Nothing outside the range below should be printed. Output exactly the lines from the line with "using var raw" to the line with "new RawPixel(corner.X, corner.Y))).ToArray();", both included.

[Dataset entries]

# # #

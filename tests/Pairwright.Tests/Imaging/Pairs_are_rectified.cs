using OpenCvSharp;
using Pairwright.Geometry;
using Pairwright.Imaging;
using Xunit;

namespace Pairwright.Tests.Imaging;

public class Pairs_are_rectified
{
    private static readonly PictureSize Size = new(120, 90);

    // A plane far away, textured by a smooth function of direction, seen through distorting lenses: the rectified pictures have to hold
    // the function of the rectified direction, worked out without any picture.
    [Theory]
    [InlineData(View.Left)]
    [InlineData(View.Right)]
    public void A_smooth_scene_at_infinity_looks_as_the_rectified_camera_would_see_it(View view)
    {
        var left = new Camera(new(150, 151, 60, 44), Size, new(-0.12, 0.03, 0.001, -0.0005));
        var right = new Camera(new(149, 150, 58, 46), Size, new(-0.1, 0.02, -0.0008, 0.0004));
        var rig = new Rig(left, right, Pose.FromVectors(new(0.01, -0.02, 0.015), new(-80, 1, 2)));
        Picture Shot(View shotView)
        {
            var levels = new ushort[Size.Area];
            for (var i = 0; i < levels.Length; i++)
            {
                var ray = rig[shotView].Ray(rig[shotView].Undistort(new(i % Size.Width, i / Size.Width)));
                levels[i] = (ushort)Math.Round(Scene(shotView == View.Left ? ray : rig.RightFromLeft.Rotation.Transpose * ray));
            }

            return new(Size, levels, 12);
        }

        var rectified = new StereoPair(Shot(View.Left), Shot(View.Right), rig).Rectify();

        var picture = view == View.Left ? rectified.Left : rectified.Right;
        var geometry = rectified.Geometry!;
        double squares = 0;
        var count = 0;
        for (var v = 3; v < picture.Size.Height - 3; v++)
        {
            for (var u = 3; u < picture.Size.Width - 3; u++)
            {
                if (picture.Usable is { } usable && !usable[u, v])
                {
                    continue;
                }

                var centre = view == View.Left ? geometry.CentreU : geometry.CentreU + geometry.OffsetPixels;
                var direction = geometry.LeftFromRectified * new Vector3D((u - centre) / geometry.FocalPixels, (v - geometry.CentreV) / geometry.FocalPixels, 1);
                squares += Math.Pow(picture[u, v] - Scene(direction.Normalized), 2);
                count++;
            }
        }

        Assert.InRange(count, 5000, Size.Area);
        Assert.InRange(Math.Sqrt(squares / count), 0, 3); // of 4095: less than a fifth of a grey level of an 8-bit picture
        Assert.Equal(12, picture.SignificantBits);
    }

    // Source: OpenCV's corner finder on the raw and on the rectified picture of a real board; the rig's lenses are the published ones.
    [SkippableFact]
    public void Corners_of_a_real_board_are_found_in_the_rectified_pictures_where_geometry_says()
    {
        using var folder = new TestFolder();
        var pose = folder.Write(
            "pose.yml", "%YAML:1.0\nR: !!opencv-matrix\n   rows: 3\n   cols: 1\n   dt: d\n   data: [ 0.01, 0.02, -0.01 ]\nT: !!opencv-matrix\n   rows: 3\n   cols: 1\n   dt: d\n   data: [ -83., 1., 1. ]\n");
        var rig = RigFile.ReadMatrices(OpenData.Find("published/intrinsics.yml"), new(640, 480), posePath: pose);
        double squares = 0;
        var count = 0;
        var pair = StereoPair.Read(OpenData.Find("boards/left01.jpg"), OpenData.Find("boards/right01.jpg"), rig);
        var rectified = pair.Rectify(RectificationFit.Everything);
        foreach (var view in Enum.GetValues<View>())
        {
            using var raw = Eight(pair[view]);
            Assert.True(Cv2.FindChessboardCorners(raw, new(9, 6), out var found));
            var expected = Refined(raw, found)
                .Select(corner => rectified.Rectification!.Rectify(view, new RawPixel(corner.X, corner.Y))).ToArray();
            using var straight = Eight(view == View.Left ? rectified.Left : rectified.Right);
            var seen = Refined(straight, [.. expected.Select(corner => new Point2f((float)corner.U, (float)corner.V))]);
            squares += expected.Zip(seen, (e, s) => Math.Pow(e.U - s.X, 2) + Math.Pow(e.V - s.Y, 2)).Sum();
            count += expected.Length;
        }

        // The finder's window sees other pixels after the turn.
        Assert.InRange(Math.Sqrt(squares / count), 0, 0.08);
    }

    [Fact]
    public void A_pair_that_is_parallel_and_without_distortion_passes_unchanged()
    {
        var camera = new Camera(new(100, 100, 59.5, 44.5), Size);
        var pair = new StereoPair(
            Patterns.Picture(120, 90, 10, seed: 1, colour: true), Patterns.Picture(120, 90, 10, seed: 2), new(camera, camera, new(Matrix3x3.Identity, new(-50, 0, 0))));

        var rectified = pair.Rectify(new Rectification(pair.Rig!, new RectifiedGeometry(100, 50, 0, 59.5, 44.5, Size)));

        Assert.Equal(pair.Left.Grey.ToArray(), rectified.Left.Grey.ToArray());
        Assert.Equal(pair.Left.Colour.ToArray(), rectified.Left.Colour.ToArray());
        Assert.Equal(pair.Right.Grey.ToArray(), rectified.Right.Grey.ToArray());
        Assert.Null(rectified.Left.Usable);
    }

    [Fact]
    public void Keeping_everything_marks_what_no_camera_saw()
    {
        var camera = new Camera(new(100, 100, 59.5, 44.5), Size, new(-0.1));
        var rig = new Rig(camera, camera, Pose.FromVectors(new(0, 0.05, 0), new(-50, 0, 0)));
        var rectified = new StereoPair(Patterns.Picture(120, 90), Patterns.Picture(120, 90), rig).Rectify(RectificationFit.Everything);

        Assert.InRange(rectified.Left.Usable!.Share, 0.4, 0.999);
        for (var v = 0; v < rectified.Size.Height; v++)
        {
            for (var u = 0; u < rectified.Size.Width; u++)
            {
                var raw = rectified.Rectification!.RawFromRectified(View.Left, new(u, v));
                var inside = raw.U is > -0.499 and < 119.499 && raw.V is > -0.499 and < 89.499;
                var outside = !(raw.U is > -0.501 and < 119.501 && raw.V is > -0.501 and < 89.501);
                Assert.True(inside ? rectified.Left.Usable[u, v] : !outside || !rectified.Left.Usable[u, v]);
            }
        }
    }

    [Fact]
    public void Cameras_of_different_sizes_and_bits_give_pictures_of_one_size_and_depth()
    {
        var left = new Camera(new(100, 100, 59.5, 44.5), Size);
        var right = new Camera(new(130, 130, 79.5, 59.5), new(160, 120));
        var pair = new StereoPair(Patterns.Picture(120, 90, 8), Patterns.Picture(160, 120, 12), new(left, right, new(Matrix3x3.Identity, new(-50, 0, 0))));

        var rectified = pair.Rectify();

        Assert.Equal(rectified.Left.Size, rectified.Right.Size);
        Assert.Equal((12, 12), (rectified.Left.SignificantBits, rectified.Right.SignificantBits));
        Assert.Equal(255 * 16, rectified.Left.SaturationLevel);
        Assert.Contains(pair.Warnings, warning => warning.Contains("120 × 90") && warning.Contains("160 × 120"));
    }

    [Fact]
    public void A_pair_without_a_rig_says_what_to_do()
    {
        var pair = new StereoPair(Patterns.Picture(8, 8), Patterns.Picture(8, 8), name: "07");

        var fault = Assert.Throws<UserErrorException>(() => pair.Rectify());

        Assert.Contains("07", fault.Message);
        Assert.Same(pair.Left, pair.AsRectified().Left);
    }

    [Fact]
    public void A_rig_of_other_picture_sizes_is_refused()
    {
        var camera = new Camera(new(100, 100, 59.5, 44.5), Size);
        var rig = new Rig(camera, camera, new(Matrix3x3.Identity, new(-50, 0, 0)));

        var fault = Assert.Throws<UserErrorException>(() => new StereoPair(Patterns.Picture(120, 90), Patterns.Picture(90, 120), rig));

        Assert.Contains("90 × 120", fault.Message);
        Assert.Contains("right", fault.Message);
    }

    [Fact]
    public void Geometry_for_another_size_is_refused()
    {
        var fault = Assert.Throws<UserErrorException>(() =>
            new RectifiedPair(Patterns.Picture(10, 10), Patterns.Picture(10, 10), new RectifiedGeometry(100, 50, 0, 5, 5, new(20, 20))));

        Assert.Contains("20 × 20", fault.Message);
    }

    private static Mat Eight(Picture picture)
    {
        var mat = new Mat(picture.Size.Height, picture.Size.Width, MatType.CV_8UC1);
        PictureCodec.EightBits(picture.Grey, picture.SignificantBits).CopyTo(mat.AsSpan<byte>());
        return mat;
    }

    private static Point2f[] Refined(Mat picture, Point2f[] corners) =>
        Cv2.CornerSubPix(picture, corners, new(5, 5), new(-1, -1), new(CriteriaTypes.Eps | CriteriaTypes.MaxIter, 50, 0.001));

    // Smooth over directions, with periods of some 20 pixels.
    private static double Scene(Vector3D direction) =>
        2048 + 800 * Math.Sin(40 * direction.X / direction.Z) * Math.Cos(35 * direction.Y / direction.Z);
}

# # #

- Expected answer
            using var raw = Eight(pair[view]);
            Assert.True(Cv2.FindChessboardCorners(raw, new(9, 6), out var found));
            var expected = Refined(raw, found)
                .Select(corner => rectified.Rectification!.Rectify(view, new RawPixel(corner.X, corner.Y))).ToArray();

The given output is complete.